What Are Smart Beta ETFs?

Products that are based on market cap weighted indexes, which are strategies designed to reflect a specific market segment or the market as a whole, have traditionally dominated the ETF industry.

Because market cap weighted indexes provide a low-cost, convenient, and transparent way of replicating market returns, they work well for investors who believe in market efficiency.

However, some investors believe in the possibility of beating the market through exceptional stock selection, and choose a different type of fund that tracks non-cap weighted strategies: smart beta.

Non-cap weighted indexes try to choose stocks that have a better chance of risk-return performance, which is based on specific fundamental characteristics, or a mix of other such characteristics.

Even though this space provides many choices to investors--think one of the simplest methodologies like equal-weighting and more complicated ones like fundamental and volatility/momentum based weighting--not all have been able to deliver first-rate results.

Fund Sponsor & Index

The fund is sponsored by Invesco. It has amassed assets over $253.11 million, making it one of the average sized ETFs in the Style Box - Large Cap Growth. DEF seeks to match the performance of the Guggenheim Defensive Equity Index before fees and expenses.

The Guggenheim Defensive Equity Index is comprised of approximately 100 stocks selected from the S&P 500 Index based on investment and other screening criteria. The companies selected have potentially superior risk-return profiles during periods of stock market weakness while still offering the potential for gains during periods of market strength.

Cost & Other Expenses

Cost is an important factor in selecting the right ETF, and cheaper funds can significantly outperform their more expensive cousins if all other fundamentals are the same.

Operating expenses on an annual basis are 0.53% for DEF, making it on par with most peer products in the space.

It has a 12-month trailing dividend yield of 1.23%.

Sector Exposure and Top Holdings

ETFs offer diversified exposure and thus minimize single stock risk, but it is still important to delve into a fund's holdings before investing. Most ETFs are very transparent products and many disclose their holdings on a daily basis.

DEF's heaviest allocation is in the Healthcare sector, which is about 21.30% of the portfolio. Its Information Technology and Industrials round out the top three.

Looking at individual holdings, Amgen Inc (AMGN - Free Report) accounts for about 1.06% of total assets, followed by Ebay Inc (EBAY - Free Report) and Quest Diagnostics Inc (DGX - Free Report) .

DEF's top 10 holdings account for about 10.46% of its total assets under management.

Performance and Risk

Year-to-date, the Invesco Defensive Equity ETF has added about 10.81% so far, and is up about 32.93% over the last 12 months (as of 05/24/2021). DEF has traded between $49.44 and $64.97 in this past 52-week period.

The ETF has a beta of 0.87 and standard deviation of 21.70% for the trailing three-year period, making it a medium risk choice in the space.
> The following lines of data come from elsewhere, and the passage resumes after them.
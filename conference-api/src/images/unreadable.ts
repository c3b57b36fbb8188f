import { Problem } from '../common/problems/problem.js';

/** The file is of a kind that is read, but this one is not. */
export const unreadable = (detail: string) => new Problem('invalid', detail, [{ field: 'file', code: 'unreadable-image', message: detail }]);
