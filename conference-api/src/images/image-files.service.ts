import { Injectable } from '@nestjs/common';
import type { Response } from 'express';
import { pipeline } from 'node:stream/promises';
import { DataSource } from 'typeorm';
import { IMAGE_SIZES, type ImageSize } from '../calc/vocabulary/images.js';
import { forbidden, notFound } from '../common/problems/problem.js';
import { StorageService } from '../storage/storage.service.js';
import type { SignedAddressDto } from './dto/signed-address.dto.js';
import { CaseImage } from './entities/case-image.entity.js';
import { ImageAddresses } from './image-addresses.js';
import { imageKey } from './image-keys.js';

/** Sends a picture to whoever holds an address that was signed for them. */
@Injectable()
export class ImageFilesService {
  constructor(
    private readonly addresses: ImageAddresses,
    private readonly storage: StorageService,
    private readonly dataSource: DataSource,
  ) {}

  async send(id: string, size: string, query: SignedAddressDto, response: Response): Promise<void> {
    if (!isSize(size)) throw notFound('picture');
    const expires = Number(query.expires);
    if (!this.addresses.isGood(id, size, expires, query.signature))
      throw forbidden('This address of a picture has expired or was changed. Open the case again.');
    // a removed picture is gone at once, also for those who hold its address
    const isThere = await this.dataSource.manager.existsBy(CaseImage, { id, state: 'ready' });
    if (!isThere) throw notFound('picture');
    // a picture is never changed, so its name is its version
    response.set({
      'Cache-Control': `private, max-age=${Math.max(0, Math.floor(expires - Date.now() / 1000))}, immutable`,
      ETag: `"${id}-${size}"`,
    });
    if (response.req.fresh) {
      response.status(304).end();
      return;
    }
    const object = await this.storage.get(imageKey(id, size));
    response.set({ 'Content-Type': object.contentType, 'Content-Length': String(object.bytes), 'Content-Disposition': 'inline' });
    // a reader who goes away half-way is no fault
    await pipeline(object.body, response).catch(() => response.destroy());
  }
}

const isSize = (size: string): size is ImageSize => (IMAGE_SIZES as readonly string[]).includes(size);
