import { useMutation, useQueryClient } from '@tanstack/react-query';
import { api, call } from '@/lib/api/client';
import type { Schemas } from '@/lib/api/types';
import { keys } from '@/lib/query-keys';
import { roundsQuery } from './get-rounds';

/** Gives or changes the own rating of a round. */
export function useGiveRating(caseId: string, number: number) {
  const client = useQueryClient();
  return useMutation({
    mutationFn: (body: Schemas['GiveRatingDto']) =>
      call(api.PUT('/api/cases/{caseId}/rounds/{number}/rating', { params: { path: { caseId, number } }, body })),
    onSuccess: (rounds) => {
      client.setQueryData(roundsQuery(caseId).queryKey, rounds);
      return client.invalidateQueries({ queryKey: keys.cases.lists });
    },
    // the round may have closed meanwhile: then the page must say so
    onError: () => client.invalidateQueries({ queryKey: keys.cases.rounds(caseId) }),
  });
}
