/** The most pixels of a picture that is taken. */
export const MOST_PIXELS = 60_000_000;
With about 102 holdings, it effectively diversifies company-specific risk.


Invesco Defensive Equity ETF is a reasonable option for investors seeking to outperform the Style Box - Large Cap Growth segment of the market. However, there are other ETFs in the space which investors could consider.

Vanguard Growth ETF (VUG - Free Report) tracks CRSP U.S. Large Cap Growth Index and the Invesco QQQ (QQQ - Free Report) tracks NASDAQ-100 Index. Vanguard Growth ETF has $71.98 billion in assets, Invesco QQQ has $156.57 billion. VUG has an expense ratio of 0.04% and QQQ charges 0.20%.
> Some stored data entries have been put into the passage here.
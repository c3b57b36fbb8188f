import { Module } from '@nestjs/common';
import { ImagesController } from './images.controller.js';
import { ImagesService } from './images.service.js';
import { ImageFilesService } from './image-files.service.js';

@Module({
  controllers: [ImagesController],
  providers: [ImagesService, ImageFilesService],
  exports: [ImagesService, ImageFilesService],
})
export class ImagesModule {}
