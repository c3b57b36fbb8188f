import { DicomRefusal } from './dicom-elements.js';

/** What the data set says of its picture. */
export interface StatedPicture {
  rows: number;
  columns: number;
  samples: number;
  bits: number;
}

type Size = { rows: number; columns: number };

const JPEG = /^1\.2\.840\.10008\.1\.2\.4\.(50|51|57|70|80|81)$/;
const JPEG_2000 = /^1\.2\.840\.10008\.1\.2\.4\.(90|91|201|202|203)$/;
const RUN_LENGTHS = '1.2.840.10008.1.2.5';

/**
 * Refuses a compressed picture that ends early, or is of another size than the data set says: decoders fill
 * what is missing with black, and put rows of one width into rows of another.
 * @throws DicomRefusal
 */
export function checkFrame(frame: Buffer, syntax: string, stated: StatedPicture): void {
  if (syntax === RUN_LENGTHS) return checkRunLengths(frame, stated);
  if (!JPEG.test(syntax) && !JPEG_2000.test(syntax)) return;
  const size = JPEG.test(syntax) ? jpegSize(frame) : jpeg2000Size(frame);
  if (size?.rows !== stated.rows || size.columns !== stated.columns) throw new DicomRefusal('broken');
  if (!endsWithMarker(frame)) throw new DicomRefusal('cut-off');
}

/** ITU-T T.81 B.2.2: the frame header; T.87 gives JPEG-LS the marker F7. */
function jpegSize(frame: Buffer): Size | null {
  let at = 2;
  while (at + 9 <= frame.length && frame[at] === 0xff) {
    const marker = frame[at + 1]!;
    const isFrame = (marker >= 0xc0 && marker <= 0xcf && ![0xc4, 0xc8, 0xcc].includes(marker)) || marker === 0xf7;
    if (isFrame) return { rows: frame.readUInt16BE(at + 5), columns: frame.readUInt16BE(at + 7) };
    // FF before a marker fills
    at += marker === 0xff ? 1 : 2 + frame.readUInt16BE(at + 2);
  }
  return null;
}

/** ITU-T T.800 A.5.1: the size of the reference grid less its offset. */
function jpeg2000Size(frame: Buffer): Size | null {
  const at = frame.indexOf(Buffer.from([0xff, 0x4f, 0xff, 0x51]));
  if (at < 0 || at + 24 > frame.length) return null;
  const word = (place: number) => frame.readUInt32BE(at + place);
  return { columns: word(8) - word(16), rows: word(12) - word(20) };
}

/** All these end with FF D9; a DICOM fragment may be padded. */
function endsWithMarker(frame: Buffer): boolean {
  const end = frame.lastIndexOf(0xd9);
  return end > 0 && frame[end - 1] === 0xff && frame.subarray(end + 1).every((byte) => byte === 0 || byte === 0xff);
}

/** PS3.5 Annex G: a header of 64 bytes, then a segment for each byte of each sample. */
function checkRunLengths(frame: Buffer, { rows, columns, samples, bits }: StatedPicture): void {
  if (frame.length < 64) throw new DicomRefusal('cut-off');
  const segments = frame.readUInt32LE(0);
  if (segments !== samples * Math.ceil(bits / 8) || segments > 15) throw new DicomRefusal('broken');
  for (let index = 1; index <= segments; index++) {
    const end = index < segments ? frame.readUInt32LE(4 + 4 * index) : frame.length;
    if (unpackedLength(frame, frame.readUInt32LE(4 * index), end) < rows * columns) throw new DicomRefusal('cut-off');
  }
}

function unpackedLength(frame: Buffer, start: number, end: number): number {
  let length = 0;
  let at = start;
  while (at < end && at < frame.length) {
    const run = frame[at]!;
    if (run < 128 && at + 2 + run > frame.length) break;
    if (run < 128) length += run + 1;
    else if (run > 128) length += 257 - run;
    at += run < 128 ? run + 2 : run > 128 ? 2 : 1;
  }
  return length;
}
Investors looking for cheaper and lower-risk options should consider traditional market cap weighted ETFs that aim to match the returns of the Style Box - Large Cap Growth.

Bottom Line

To learn more about this product and other ETFs, screen for products that match your investment objectives and read articles on latest developments in the ETF investing universe, please visit Zacks ETF Center.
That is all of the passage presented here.